• Data to process
□ □ □ □ □

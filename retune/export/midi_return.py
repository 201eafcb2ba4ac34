"""A MIDI file given back as it came, only retuned.

Every event stays in its track at its tick: tempo, metre, words, programs, controllers, pedals,
aftertouch, system exclusive messages, the drum channel. What is added: bends, the setting of the
bend range on each channel that is bent, a marker that says so; notes that need another bend than
their neighbours move to a free channel, and whatever their instrument is told goes there too. An
instrument's own bends are kept: the tuning is added to them.

Conventions
-----------
* Ticks are those of the file. An instrument is one channel of one track.
* Tuning is in cents from the note's key, the reference pitch included.
"""

from __future__ import annotations

from collections import defaultdict
from collections.abc import Iterator, Sequence
from dataclasses import dataclass
from fractions import Fraction
from itertools import pairwise

from retune.adapters.midi import (
    Bend,
    ChannelPressure,
    Control,
    Event,
    KeyPressure,
    NoteOff,
    NoteOn,
    Program,
    RawMidi,
    read_midi_file,
)
from retune.errors import OutputError, Place
from retune.export.bend import bend_cents
from retune.export.midi_channels import CHANNELS, Channels, PartNeeds, lanes_for
from retune.export.midi_plan import PlannedNote, pitch_of
from retune.export.midi_return_tracks import Instrument, Knob, retuned_track
from retune.limits import Limits
from retune.score.midi.conductor import conductor_of, ticks_per_quarter
from retune.score.midi.notes import PlayedNote, played_notes
from retune.score.midi.streams import last_key
from retune.score.midi.undo import as_before
from retune.score.tempo import TempoChange, TempoMap
from retune.tuning.model import TunedNote, TunedScore

_FINE = 1000
"""Parts of a cent in which tunings are compared."""

_NEAR = Fraction(1, 8)
"""Quarter notes by which a note may have been moved for the analysis."""

_GLIDE_STEPS = 8
_RANGES = (2, 4, 12, 24, 48, 96)
_RPN_MSB, _RPN_LSB, _DATA_MSB, _DATA_LSB, _RESET = 101, 100, 6, 38, 121


@dataclass(frozen=True, slots=True)
class Returned:
    """The file, the bend range in semitones, and what to tell the user."""

    raw: RawMidi
    bend_range: int
    note: str
    instruments: tuple[Instrument, ...]


def source_of(tuned: TunedScore) -> RawMidi | None:
    """The MIDI file that a score was read from, if it is played as it stands there.

    None for other formats, excerpts, another tempo, and format 2.
    """
    score = tuned.score
    if score.format != "midi" or not score.source:
        return None
    raw = as_before(read_midi_file(score.source, _no_limits(score.source)))
    if raw.format == 2:
        return None
    clock = ticks_per_quarter(raw.division)
    played = _pressed(raw)
    for one in tuned.notes:
        press = played.get(one.note.sources[0]) if one.note.sources else None
        if press is None or abs(press.onset / clock - one.note.onset) > _NEAR:
            return None
    changes = sorted(conductor_of(raw).tempos.items())
    tempo = TempoMap(tuple(TempoChange(onset, qpm) for onset, qpm in changes))
    end = max((note.end for note in score.notes), default=Fraction(0))
    same = abs(tempo.seconds(end) - score.tempo.seconds(end)) < 1e-6
    return raw if same and tuned.notes else None


def _no_limits(data: bytes) -> Limits:
    return Limits(max_bytes=len(data), max_notes=len(data))


def _pressed(raw: RawMidi) -> dict[str, PlayedNote]:
    last = last_key(raw)
    return {
        note.source: note
        for number, track in enumerate(raw.tracks)
        for note in played_notes(track, number, last)
    }


def returned(
    tuned: TunedScore, raw: RawMidi, bend_range: int, glide: float, wish: Channels
) -> Returned:
    """The file retuned.

    Parameters
    ----------
    raw : RawMidi
        From `source_of`.
    bend_range : int
        Semitones; widened where an instrument's own bends need it.
    glide : float
        Seconds in which a held note moves.

    Raises
    ------
    OutputError
        More channels are needed than there are.
    """
    plan = _Plan(tuned, raw, glide)
    instruments = plan.instruments(wish)
    semitones = _wide_enough(instruments, bend_range)
    by_track: dict[int, list[Instrument]] = defaultdict(list)
    for one in instruments:
        by_track[one.track].append(one)
    shared: dict[int, list[int]] = defaultdict(list)
    for one in instruments:
        if one.tuned or one.knob.own:
            shared[one.home] = list(dict.fromkeys((*shared[one.home], one.home, *one.channels)))
    tracks = [
        retuned_track(track, by_track.get(number, []), shared, semitones, plan.shift)
        for number, track in enumerate(raw.tracks)
    ]
    moved = sum(len(one.channels) - 1 for one in instruments)
    words = (
        f"given back as it came, retuned; {moved} further channels"
        if moved
        else ("given back as it came, retuned on its own channels")
    )
    if semitones != bend_range:
        words += f"; bend range {semitones} semitones, as it bends by itself"
    made = RawMidi(raw.format, raw.division, tuple(tracks))
    return Returned(made, semitones, words, tuple(instruments))


def _wide_enough(instruments: Sequence[Instrument], wished: int) -> int:
    """The wished bend range, or the next that holds all bends."""
    most = max((one.farthest for one in instruments), default=0.0)
    return next((r for r in sorted({wished, *_RANGES}) if r >= wished and 100.0 * r > most), 96)


class _Plan:
    """What every instrument of the file needs."""

    def __init__(self, tuned: TunedScore, raw: RawMidi, glide: float) -> None:
        self._tuned = tuned
        self._raw = raw
        self._glide = glide
        self._clock = ticks_per_quarter(raw.division)
        self.shift = tuned.score.transposition.semitones
        self._by_source = {one.note.sources[0]: one for one in tuned.notes}
        self._knobs = _knobs(raw)

    def instruments(self, wish: Channels) -> list[Instrument]:
        """Every channel of every track that plays a tuned note, with its lanes."""
        needs = self._needs()
        used = {
            event.channel
            for track in self._raw.tracks
            for _, event in track.events
            if isinstance(event, _ON_CHANNEL)
        }
        free = [channel for channel in CHANNELS if channel not in used]
        lanes = {key: lanes_for(need, wish is Channels.TWO) for key, need in needs.items()}
        taken: set[int] = set()
        extras = 0
        for key, own in lanes.items():
            extras += len(own) - (key[1] not in taken)
            taken.add(key[1])
        if extras > len(free):
            raise OutputError(
                f"{extras} more channels are needed, so that no two notes share a bend, and the "
                f"file leaves {len(free)} free",
                Place(self._tuned.score.file),
                "Leave out midi.channels=two, or have it written anew with --set midi.source=new",
            )
        if wish is Channels.AUTO:
            lanes = self._widened(needs, lanes, len(free) - extras)
        return list(self._numbered(lanes, iter(free)))

    def _widened(
        self,
        needs: dict[tuple[int, int], PartNeeds],
        lanes: dict[tuple[int, int], list[tuple[PlannedNote, ...]]],
        room: int,
    ) -> dict[tuple[int, int], list[tuple[PlannedNote, ...]]]:
        """Twice the channels for as many instruments as there is room for, in file order."""
        found = {}
        for key, tight in lanes.items():
            wide = lanes_for(needs[key], True)
            more = len(wide) - len(tight)
            if more <= room:
                room -= more
                found[key] = wide
            else:
                found[key] = tight
        return found

    def _numbered(
        self, lanes: dict[tuple[int, int], list[tuple[PlannedNote, ...]]], free: Iterator[int]
    ) -> Iterator[Instrument]:
        taken: set[int] = set()
        for (track, home), own in lanes.items():
            channels = []
            for place, _ in enumerate(own):
                at_home = place == 0 and home not in taken
                channels.append(home if at_home else next(free))
                taken.add(home)
            yield Instrument(track, home, tuple(channels), tuple(own), self._knobs[home])

    def _needs(self) -> dict[tuple[int, int], PartNeeds]:
        notes: dict[tuple[int, int], list[PlannedNote]] = defaultdict(list)
        for source, press in _pressed(self._raw).items():
            one = self._by_source.get(source)
            if one is not None:
                track, place = map(int, source.split("."))
                notes[track, press.channel].append(self._planned(one, press, place))
        return {
            key: PartNeeds(sorted(notes[key], key=lambda n: (n.on, n.key)), 0, True)
            for key in sorted(notes)
        }

    def _planned(self, one: TunedNote, press: PlayedNote, place: int) -> PlannedNote:
        """A note with its tuning as bends in parts of a cent; `note` is its event's place."""
        key = press.key + self.shift
        tempo = self._tuned.score.tempo
        off = max(press.end, press.onset + 1)
        return PlannedNote(
            place,
            one.note.part,
            press.onset,
            off,
            tempo.seconds(press.onset / self._clock),
            tempo.seconds(off / self._clock),
            key,
            press.velocity,
            "",
            tuple(self._steps(one, press, key)),
        )

    def _steps(self, one: TunedNote, press: PlayedNote, key: int) -> Iterator[tuple[int, int]]:
        tuned, tempo = self._tuned, self._tuned.score.tempo
        cents = [100.0 * (pitch_of(tuned, one, s) - key) for s in one.segments]
        yield press.onset, round(cents[0] * _FINE)
        last = press.onset
        for (before, after), segment in zip(pairwise(cents), one.segments[1:], strict=True):
            begin = max(round(segment.onset * self._clock), last + 1)
            if before == after or begin >= press.end:
                continue
            start, stop = tempo.seconds(segment.onset), tempo.seconds(segment.end)
            span = min(self._glide, (stop - start) / 2)
            end = max(int(tempo.quarters(start + span) * self._clock), begin)
            steps = min(_GLIDE_STEPS, end - begin + 1)
            for step in range(1, steps + 1):
                tick = begin + (end - begin) * (step - 1) // max(steps - 1, 1)
                yield tick, round((before + (after - before) * step / steps) * _FINE)
                last = tick


_ON_CHANNEL = (NoteOn, NoteOff, KeyPressure, Control, Program, ChannelPressure, Bend)


def _knobs(raw: RawMidi) -> dict[int, Knob]:
    """Each channel's own bends through the file: (tick, cents), and the range they were made in.

    A reset of all controllers centres the bend (General MIDI 2, 3.5.2).
    """
    knobs = {channel: Knob([], 0) for channel in range(16)}
    selected = dict.fromkeys(range(16), (127, 127))
    ranges = dict.fromkeys(range(16), 2)
    for tick, event in sorted(
        ((tick, event) for track in raw.tracks for tick, event in track.events),
        key=lambda entry: entry[0],
    ):
        _turn(tick, event, knobs, selected, ranges)
    return knobs


def _turn(
    tick: int,
    event: Event,
    knobs: dict[int, Knob],
    selected: dict[int, tuple[int, int]],
    ranges: dict[int, int],
) -> None:
    match event:
        case Bend(channel, value):
            knobs[channel].bends.append((tick, bend_cents(value, ranges[channel])))
            knobs[channel].semitones = max(knobs[channel].semitones, ranges[channel])
        case Control(channel, controller, _) if controller == _RESET:
            knobs[channel].bends.append((tick, 0.0))
            selected[channel] = (127, 127)
        case Control(channel, controller, value) if controller == _RPN_MSB:
            selected[channel] = (value, selected[channel][1])
        case Control(channel, controller, value) if controller == _RPN_LSB:
            selected[channel] = (selected[channel][0], value)
        case Control(channel, controller, value) if controller == _DATA_MSB:
            if selected[channel] == (0, 0):
                ranges[channel] = value
        case _:
            pass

□ □ □ □ □

• Exercise instructions
Look through the data above and return exactly the lines from the one that contains "shared: dict[int, list[int]]" to the one that contains "shared, semitones, plan.shift)", inclusive, with nothing else.

• Response to the exercise
    shared: dict[int, list[int]] = defaultdict(list)
    for one in instruments:
        if one.tuned or one.knob.own:
            shared[one.home] = list(dict.fromkeys((*shared[one.home], one.home, *one.channels)))
    tracks = [
        retuned_track(track, by_track.get(number, []), shared, semitones, plan.shift)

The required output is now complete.